Task statement:
For the data below, count the lines that have the string "signedBy" and state that number by itself.

Saved data entries:
/** Builds the PDF; resolves with its bytes. */
export function reportPdf(report: ReportJson): Promise<Buffer> {
  const doc = new PDFDocument({
    size: 'A4',
    margins: { top: MARGIN, bottom: MARGIN, left: MARGIN, right: MARGIN },
    bufferPages: true,
    info: {
      Title: `Fit report: ${report.study.name}, ${report.batch.label}`,
      Author: report.signoffs[0]?.signedBy?.name ?? 'Wavefit',
      Subject: 'Goodness of fit of a network panel model',
      Creator: `Wavefit ${report.software.wavefit}`,
    },
  });
  doc.registerFont('text', fontFile('AtkinsonHyperlegible_400Regular.ttf'));
  doc.registerFont('bold', fontFile('AtkinsonHyperlegible_700Bold.ttf'));
  doc.registerFont('mono', fontFile('IBMPlexMono_400Regular.ttf'));
  doc.registerFont('monoMedium', fontFile('IBMPlexMono_500Medium.ttf'));
  const chunks: Buffer[] = [];
  doc.on('data', (c: Buffer) => chunks.push(c));
  const done = new Promise<Buffer>((ok, fail) => {
    doc.on('end', () => ok(Buffer.concat(chunks)));
    doc.on('error', fail);
  });

  const w = new Writer(doc);
  doc.y = MARGIN;
  w.overline('Wavefit · fit report');
  w.heading(report.study.name, 1);
  w.text(`${report.batch.label}${report.model.name ? ` · model “${report.model.name}”` : ''}`, { size: 11, colour: C.muted, gap: 2 });
  w.text(`Generated ${dateTime(report.generatedAt)}`, { size: 9, colour: C.muted, gap: 10 });

  // Sign-off box.
  const latest = report.signoffs[0];
  {
    const lines: { text: string; font: string; size: number; colour: string }[] = [];
    if (latest) {
      lines.push({ text: `Signed off by ${latest.signedBy?.name ?? 'a former member'} on ${dateTime(latest.signedAt)}`, font: 'bold', size: 11, colour: C.ink });
      lines.push({
        text: `Verdicts at signing: ${latest.counts.pass} pass, ${latest.counts.fail} fail, ${latest.counts.unsure} unsure, ${latest.counts.awaiting} awaiting review.`,
        font: 'text',
        size: 9,
        colour: C.muted,
      });
      if (latest.note) lines.push({ text: `“${latest.note}”`, font: 'text', size: 9.5, colour: C.ink });
      if (report.changedSinceSignoff) lines.push({ text: 'Caution: verdicts or comments changed after this sign-off; this copy shows them as they are now.', font: 'bold', size: 9, colour: C.unsure });
    } else {
      lines.push({ text: 'Draft: not signed off', font: 'bold', size: 11, colour: C.unsure });
      lines.push({ text: 'The study lead has not signed off this report yet; verdicts may still change.', font: 'text', size: 9, colour: C.muted });
    }
    const inner = w.width - 24;
    const h = lines.reduce((s, l) => s + doc.font(l.font).fontSize(l.size).heightOfString(l.text, { width: inner, lineGap: 2 }) + 3, 0) + 16;
    const y = doc.y;
    doc.rect(w.left, y, w.width, h).lineWidth(0.8).strokeColor(latest ? C.accent : C.unsure).stroke();
    doc.rect(w.left, y, 4, h).fillColor(latest ? C.accent : C.unsure).fill();
    doc.y = y + 8;
    for (const l of lines) {
      doc.font(l.font).fontSize(l.size).fillColor(l.colour).text(l.text, w.left + 14, doc.y, { width: inner, lineGap: 2 });
      doc.y += 3;
    }
    doc.y = y + h + 12;
  }

  w.heading('Summary');
  countsStrip(w, report.counts);
  const fails = report.statistics.filter((s) => s.verdict?.verdict === 'fail').map((s) => `${s.label.toLowerCase()} (period ${s.period})`);
  const poor = report.statistics.filter((s) => s.pValue < 0.05).map((s) => `${s.label.toLowerCase()} (period ${s.period})`);
  w.text(
    `${report.statistics.length} statistic${report.statistics.length === 1 ? '' : 's'} reviewed over ${report.batch.periods.length} period${report.batch.periods.length === 1 ? '' : 's'}, ${report.batch.chains} simulated chains each. ` +
      (poor.length ? `p below 0.05 for: ${poor.join(', ')}. ` : 'No statistic has p below 0.05. ') +
      (fails.length ? `The team failed: ${fails.join(', ')}.` : 'The team failed none.'),
    { size: 9.5, gap: 6 },
  );

  w.heading('Study');
  if (report.study.description) w.text(report.study.description, { size: 9.5, gap: 4 });
  w.text(`${report.study.actors} actors observed in ${report.study.waves.length} waves: ${report.study.waves.join(', ')}.`, { size: 9.5, gap: 4 });

  w.heading('Model and estimates');
  const m = report.model;
  w.text(
    m.name
      ? `Model “${m.name}”, fit ${report.batch.fitId} (method of moments${m.fitSeed !== null ? `, seed ${m.fitSeed}` : ''}).`
      : report.batch.source === 'hand-entered'
        ? 'Parameter values entered by hand (not estimated).'
        : `Fit ${report.batch.fitId ?? ''}`,
    { size: 9.5, gap: 6 },
  );
  table(
    w,
    [
      { title: 'Parameter', width: 3 },
      { title: 'Estimate', width: 1.2, align: 'right', mono: true },
      { title: 'Std. error', width: 1.2, align: 'right', mono: true },
      { title: 'Convergence t', width: 1.3, align: 'right', mono: true },
    ],
    [
      ...m.rateDetails.filter((r) => r.value !== null).map((r) => ({ cells: [`Rate, ${periodWords(report, r.period)}`, num(r.value), num(r.se), '—'] })),
      ...m.effects.map((e) => ({ cells: [e.label, num(e.value), num(e.se), num(e.convergenceT, 2)] })),
    ],
  );
  if (m.converged !== null) {
    w.text(
      `${m.converged ? 'Converged' : 'Not converged'} by common-practice thresholds (every |t| below 0.1 and the overall maximum convergence ratio below 0.25): largest |t| = ${num(m.maxAbsT, 3)}, overall maximum ratio = ${num(m.tauMax, 3)}.`,
      { size: 9, colour: m.converged ? C.ink : C.fail, gap: 6 },
    );
  }

  w.heading('Goodness of fit');
  w.text(
    `For each auxiliary statistic the model was simulated ${report.batch.chains} times from the observed start wave of each period. The shaded bands hold the middle ${report.statistics[0]?.bands.map((b) => `${Math.round(b.coverage * 100)}%`).join(' and ') ?? ''} of the simulated values of each component; the line with points is the observed end wave. The p-value is the share of simulated networks at least as far (in Mahalanobis distance) from the average as the observed one, the observed network being counted with the simulated ones in the average and spread so that it is treated exactly like them; the form that leaves it out is given when the two disagree.`,
    { size: 9, colour: C.muted, gap: 8 },
  );
  for (const s of report.statistics) statisticBlock(w, report, s);

  if (report.comparison) comparisonSection(w, report.comparison);

  w.need(260);
  w.heading('Reproducibility');
  const sw = report.software;
  table(
    w,
    [
      { title: 'Item', width: 2 },
      { title: 'Value', width: 3, mono: true },
    ],
    [
      { cells: ['Batch', `${report.batch.id}: ${report.batch.label}`] },
      { cells: ['Batch seed', String(report.batch.seed)] },
      { cells: ['Chains per period', String(report.batch.chains)] },
      { cells: ['Periods simulated', report.batch.periods.join(', ')] },
      ...(m.fitSeed !== null ? [{ cells: ['Fit seed', String(m.fitSeed)] }] : []),
      { cells: ['Run by', report.batch.createdBy ?? '—'] },
      { cells: ['Finished', report.batch.finishedAt ? dateTime(report.batch.finishedAt) : '—'] },
      { cells: ['Wavefit', sw.wavefit] },
      { cells: ['Node.js', sw.node] },
    ],
  );
  w.text('Installed packages that compute, store and draw these numbers:', { size: 9, colour: C.muted, gap: 2 });
  w.text(
    Object.entries(sw.packages)
      .map(([k, v]) => `${k} ${v}`)
      .join(' · '),
    { font: 'mono', size: 8.5, gap: 4 },
  );
  w.text('Running the same batch seed with the same versions reproduces every simulated network, and so every number in this report.', { size: 9, colour: C.muted });

  // Footers with page numbers.
  const range = doc.bufferedPageRange();
  for (let i = range.start; i < range.start + range.count; i++) {
    doc.switchToPage(i);
    doc.page.margins.bottom = 0;
    const y = doc.page.height - MARGIN - 10;
    doc.moveTo(MARGIN, y - 6).lineTo(doc.page.width - MARGIN, y - 6).lineWidth(0.4).strokeColor(C.rule).stroke();
    doc
      .font('text')
      .fontSize(7.5)
      .fillColor(C.muted)
      .text(`Wavefit fit report · ${report.study.name} · ${report.batch.label}`, MARGIN, y, { width: w.width - 80, lineBreak: false, height: 10 });
    doc.text(`page ${i - range.start + 1} of ${range.count}`, doc.page.width - MARGIN - 80, y, { width: 80, align: 'right', lineBreak: false, height: 10 });
  }
  doc.end();
  return done;
}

Answer space:
2